Dataset HDFS storage location: /user/hannesm/lsde/bitcoin As for software, a useful pointer might be https://github.com/ZuInnoTe/hadoopcryptoledger/

Point Clouds

The Actuale Hoogtekaart Nederland (AHN) is a so-called point-cloud, consisting of 3D points measured using LIDAR technology. LIDAR stands for Light Detection and Ranging - a remote sensing method that uses light in the form of a pulsed laser to measure ranges to the Earth, in the case of AHN taken from an airplane. We got 2TB of point cloud data for you to analyze.

You may find the following Spark package useful: https://github.com/IGNF/spark-iqmulus though it works only with Spark 1.6.2 (which you would have to install yourself, as the preinstalled version now is 2.1.1)

  • C1: 3D Kadaster. We have downloaded XML descriptions contain all Dutch addresses and 2D building plan polygons. We would like you to turn these 2D plans into 3D models, using the point cloud dataset.
  • C2: Flooding Analysis. We would like you to summarize the Dutch terrain into areas of equal height at a relatively coarse-grained granularity, also detecting a topology of dike systems in this. Subsequently, we would like you to run flooding models that simulate the flooding effects a subset of these dikes being breached.
  • C3: Wind-aware Bike Routing. Cyclists plan their trips using multiple criteria in mind. Here, we would like to find minimum-effort (in biker energy) routes from A to B in Amsterdam. Given the 3D shapes of the point-cloud model, we would like you to run simulations to calculate wind speed in every street of Amsterdam, allowing to use this to derive effort-weights for every street segment (given a particular wind direction and force).
  • C4: Illegal Buildings. Train a deep learning model using the point-cloud dataset and the kadaster information on buildings as ground truth. Use this model to detect houses that are not on the kadaster map, or have larger dimensions than declared.

Dataset HDFS storage location: /user/hannesm/lsde/ahn2 (point cloud - check the web viewer) and /user/pboncz/geodata (house surface polygons from Kadaster).
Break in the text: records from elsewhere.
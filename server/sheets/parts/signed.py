"""Signatures as printed, each checked again against what it was bound to."""

from collections.abc import Iterable, Mapping
from typing import Any

from server.lab.canonical import digest
from server.lab.sheet_facts import SheetFacts, SignatureFact
from server.lab.signing import COUNTERSIGNED, accepted_findings, signature_holds, trail_seen
from server.sheets.bench import FindingView, SignatureView
from server.sheets.parts.outcome import finding_views
from server.sheets.parts.telling import signed_words


def signature_views(facts: SheetFacts, snapshots: Mapping[str, str]) -> tuple[SignatureView, ...]:
    """Return a sheet's signatures, oldest first.

    ``snapshots`` maps evaluations to their kept text; its digest is made anew, so that a
    signature holds only while text, entries and signature are those that were signed.
    """
    return tuple(
        SignatureView(
            printed_name=one.printed_name,
            meaning=one.meaning,
            at=one.at.isoformat(),
            says_at=signed_words(one.at, one.zone),
            digest=one.signed_digest,
            holds=signature_holds(one, facts, digest(snapshots.get(one.evaluation_id, ""))),
            remark=one.remark,
            trail_seen=trail_seen(one),
        )
        for one in facts.signatures
    )


def signed_findings(
    facts: SheetFacts, findings: Iterable[Mapping[str, Any]]
) -> tuple[FindingView, ...]:
    """Return findings with the analyst's reasons, and who accepted them by name."""
    measured, second = facts.measured_signature, countersignature(facts)
    return finding_views(
        findings,
        reasons=measured.reasons if measured else {},
        accepted=accepted_findings(second) if second else (),
        accepted_by=second.printed_name if second else None,
    )


def countersignature(facts: SheetFacts) -> SignatureFact | None:
    """Return the signature that certified a sheet, or None."""
    found = [one for one in facts.signatures if one.meaning == COUNTERSIGNED]
    return found[-1] if found else None
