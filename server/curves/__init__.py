"""From points of a titration curve to equivalence volumes."""
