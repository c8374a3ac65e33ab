"""The way into this room: a curve's points in, every method's equivalence volume out."""

from collections.abc import Callable
from typing import Any

from server.curves import findings
from server.curves.analysis import Analysis, proposed_method
from server.curves.circumstances import Circumstances, system_named
from server.curves.derivatives import first_derivative, second_derivative, steepest_segment
from server.curves.findings import CurveFinding
from server.curves.fitting import Fitted, fitted, in_pH, only_first_step, slowed
from server.curves.gran import GranLine, gran_line
from server.curves.jumps import CleanCurve, cleaned, jumps, steepest_about
from server.curves.model.fit import FitProblem
from server.curves.outcome import METHODS, CannotTell, EndPoint, Method, NoEndPoint, Outcome
from server.curves.points import PointsLike, TitrationCurve, titration_curve

_BY_SLOPES: dict[Method, Callable[[CleanCurve, int], EndPoint]] = {
    "steepest segment": steepest_segment,
    "first derivative": first_derivative,
    "second derivative": second_derivative,
}


def equivalence(
    points: PointsLike,
    *,
    system: str | None = None,
    flask_volume_mL: float | None = None,
    amount_mmol: float | None = None,
    temperature_C: float = 25.0,
) -> dict[str, Any]:
    """Return every method's equivalence volume as an ``equivalence/1`` document.

    Raises:
        CurveProblem: the points make no curve, or what was given beside them cannot be.
    """
    known = Circumstances(
        system=system_named(system),
        flask_volume_mL=flask_volume_mL,
        amount_mmol=amount_mmol,
        temperature_C=temperature_C,
    )
    return analysed(points, known).to_document()


def analysed(points: PointsLike, known: Circumstances | None = None) -> Analysis:
    """Return everything found in a curve.

    Raises:
        CurveProblem: the points make no curve.
    """
    known = known or Circumstances()
    curve = titration_curve(points)
    clean = cleaned(curve)
    other, main = _steps(curve, clean, known)
    outcomes: dict[Method, Outcome] = dict(_by_slopes(clean, main))
    lines, refused = _gran_lines(curve, clean, known, steps=(other, main))
    outcomes |= {line.end_point.method: line.end_point for line in lines}
    outcomes |= {one.method: one for one in refused}
    spacing = findings.of_spacing(clean, main)
    fit: Fitted | None = None
    try:
        fit = fitted(curve, clean, known, near_mL=clean.middle(main))
    except (CannotTell, FitProblem) as problem:
        outcomes["model fit"] = NoEndPoint("model fit", str(problem))
        notes = [findings.of_bubbles(curve, clean.bubbles), spacing]
        if isinstance(problem, FitProblem):
            notes.append(findings.of_reach(str(problem), fit_holds=False))
    else:
        outcomes = {method: slowed(one, fit.lag) for method, one in outcomes.items()}
        outcomes["model fit"] = fit.end_point()
        notes = [*_fit_findings(curve, fit, outcomes), spacing]
    if all(one.name != "end point" for one in notes):
        notes += _reach(outcomes, notes)
    return Analysis(
        curve=curve,
        clean=clean,
        jump=main,
        outcomes=tuple(outcomes[method] for method in METHODS),
        other_step=_other_step(clean, other, known, fit),
        proposed=proposed_method(outcomes, notes),
        fitted=fit,
        gran=tuple(lines),
        findings=tuple(notes),
    )


def _steps(
    curve: TitrationCurve, clean: CleanCurve, known: Circumstances
) -> tuple[int | None, int]:
    """Return the segment of an earlier jump (None: there is none) and that of the last one."""
    found = jumps(clean)
    if len(found) == 1 and only_first_step(curve, known, clean.at[found[0]]):
        # the last step is shallower than the first and drowned: look where it must be
        share = known.system.inner_step if known.system else None
        last = steepest_about(clean, clean.middle(found[0]) / (share or 0.5))
        if last is not None:
            found = [found[0], last]
    return (found[-2] if len(found) > 1 else None), found[-1]


def _by_slopes(clean: CleanCurve, jump: int) -> dict[Method, Outcome]:
    answers: dict[Method, Outcome] = {}
    for method, work in _BY_SLOPES.items():
        try:
            answers[method] = work(clean, jump)
        except CannotTell as problem:
            answers[method] = NoEndPoint(method, str(problem))
    return answers


def _other_step(
    clean: CleanCurve, jump: int | None, known: Circumstances, fit: Fitted | None
) -> tuple[Outcome, ...]:
    answers: list[Outcome] = []
    if jump is not None:
        by_slopes = _by_slopes(clean, jump).values()
        answers += by_slopes if fit is None else [slowed(one, fit.lag) for one in by_slopes]
    if fit is not None and known.system is not None and known.system.inner_step:
        answers.append(fit.inner_end_point(known.system.inner_step))
    return tuple(answers)


def _gran_lines(
    curve: TitrationCurve,
    clean: CleanCurve,
    known: Circumstances,
    *,
    steps: tuple[int | None, int],
) -> tuple[list[GranLine], list[NoEndPoint]]:
    """Return the lines that could be drawn and the sides that could not."""
    sides: tuple[Method, Method] = ("gran acid side", "gran alkaline side")
    if curve.kind == "mV" and known.system is None:
        why = (
            "The readings are in mV and the reaction is not known: Gran's functions need the "
            "electrode's slope and what the electrode answers to."
        )
        return [], [NoEndPoint(method, why) for method in sides]
    pH = in_pH(curve, known)[list(clean.at)]
    other, main = steps
    near = clean.middle(main)
    inner = None if other is None else clean.middle(other)
    if known.system is not None:
        inner = None if known.system.inner_step is None else near * known.system.inner_step
    lines: list[GranLine] = []
    refused: list[NoEndPoint] = []
    named = sides if pH[-1] >= pH[0] else sides[::-1]
    for method, side in zip(named, ("before", "beyond"), strict=True):
        try:
            lines.append(
                gran_line(
                    clean,
                    pH,
                    side=side,
                    near_mL=near,
                    flask_volume_mL=known.flask_volume_mL,
                    inner_mL=inner,
                )
            )
        except CannotTell as problem:
            refused.append(NoEndPoint(method, str(problem)))
    return lines, refused


def _reach(outcomes: dict[Method, Outcome], notes: list[CurveFinding]) -> list[CurveFinding]:
    """Return a finding where neither derivative has a volume."""
    first, second = outcomes["first derivative"], outcomes["second derivative"]
    if not isinstance(first, NoEndPoint) or not isinstance(second, NoEndPoint):
        return []
    fit_stands = isinstance(outcomes["model fit"], EndPoint)
    holds = fit_stands and all(one.verdict != "fails" for one in notes)
    return [findings.of_reach(first.why, fit_holds=holds)]


def _fit_findings(
    curve: TitrationCurve, fit: Fitted, outcomes: dict[Method, Outcome]
) -> list[CurveFinding]:
    residuals = findings.of_residuals(fit.fit, fit.uncertainty)
    constants = findings.of_constants(fit.fit)
    made = [
        findings.of_bubbles(curve, fit.down_weighted),
        residuals,
        fit.lag.finding,
        findings.of_probe(fit.fit),
        constants,
    ]
    if fit.fit.balance.system.takes_up_carbonate:
        made.append(findings.of_carbonate(fit.fit))
    elif fit.fit.balance.system.inner_step is not None:
        made.append(findings.of_carbon_dioxide(residuals, constants))
    fit_answer, derivative = outcomes["model fit"], outcomes["first derivative"]
    if isinstance(fit_answer, EndPoint) and isinstance(derivative, EndPoint):
        made.append(findings.of_agreement(fit_answer, derivative))
    return made
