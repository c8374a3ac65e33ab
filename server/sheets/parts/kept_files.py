"""An original that was kept, as a page names it."""

from server.records.queries.load_files import FileFact
from server.sheets.parts.telling import moment_words
from server.sheets.standard_lots import FileView


def file_view(found: FileFact, zone: str) -> FileView:
    """Return an original's name, address, size, hash, and who kept it when."""
    return FileView(
        name=found.name,
        url=f"/files/{found.id}",
        size=f"{max(1, round(found.size / 1000))} kB",
        sha256=found.sha256,
        kept=f"{moment_words(found.kept_at, zone)} by {found.kept_by}",
    )
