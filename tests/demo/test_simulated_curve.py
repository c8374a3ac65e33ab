"""The demonstration's curves against the program's own model: two ways to one charge balance."""

from random import Random

import pytest

from server.curves.circumstances import Circumstances, system_named
from server.curves.entrance import analysed
from server.demo.simulated_curve import Flask, curve_text
from server.intake.curve_text import read_curve_text


@pytest.mark.parametrize(
    ("amount", "celsius", "carbonate"), [(1.9, 20.6, 0.003), (2.1, 24.0, 0.0), (1.7, 18.0, 0.006)]
)
def test_simulated_curve_has_its_end_where_the_flask_says(amount, celsius, carbonate):
    flask = Flask(amount, 0.1012, celsius, carbonate)
    points = read_curve_text(curve_text(flask, Random(11))).points()
    known = Circumstances(system_named("khp-naoh"), 50.0, amount, celsius)
    found = analysed(points, known)
    fit = found.outcome("model fit")
    # 0.05 % is what a volume scatter of 2 µL and a pH scatter of 0.004 leave in 34 points
    assert abs(fit.volume_mL / flask.end_mL - 1) < 5e-4
    assert abs(fit.volume_mL - flask.end_mL) < 4 * fit.u_mL
    assert abs(found.to_document()["fit"]["probe_slope"] - flask.slope) < 0.01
To process the point cloud data with Spark, you might try using the old spark installation on the cluster (/opt/spark-1.6.1-bin-hadoop2.6) with the code in https://github.com/IGNF/spark-iqmulus.

LandSat

LandSat (1-8) and Sentinel (1-2) are US and EU remote sensing sattelites orbiting the poles of the earth, providing free imagery for every spot on the planet. LandSat-8 at 30m granularity and Sentinal-2 at 10m (hence, less than DigitalGLobe Quickbird at 0.65m used by Google Earth). However, this data is free, and especially in case of LandSat has a historic information that spans four decades. We have a large quantity of LandSat8 data on Europe, as well as limited LandSat4-7 snapshots from 1985, 1990, 1994, 2000, 2005, 2010 and 2015. You might need to download some more data.

  • L1: earth imaging time-travel animations. Given the long landsat history in capturing images of the world, we would like you to contruct movies for every segment of the earth (at multiple granularities), showing how it evolves over time. This task includes stiching together imagery of different "scenes" as well as effort to clean imagery from clouds.
  • L2: Deap Learning Landuse. Given the Landsat data and its history, as well as given the NOAA landuse information, we would like you to train a model with deep learning, that given an earth image, derives likely landuse information (including polygons for these).
  • L3: Deep Learning to detect Clouds. Whereas cloud detection in earth imaging is currently largely performed with hand-written special-purpose techniques, we would like you to try learning how to distinguish clouds from real earth features using deep learning techniques. This model should then be used to produce clean(er) earth images.

Dataset HDFS storage location: /user/pboncz/landsat-s3 (Landsat-8 full Europe, July 2017) and user/pboncz/landsat-history with archive footage of Landsat 4, 5, 7 an 8 of Western Europe (Denmark, Germany, Switserland, France, Belgium, Netherlands, UK) taken around July in years 1985, 1990, 1994, 2000, 2005 and 2010. Note that both landsat-*/ directories have a metadata.tgz file with text-files and thumbnails (for some of the scenes).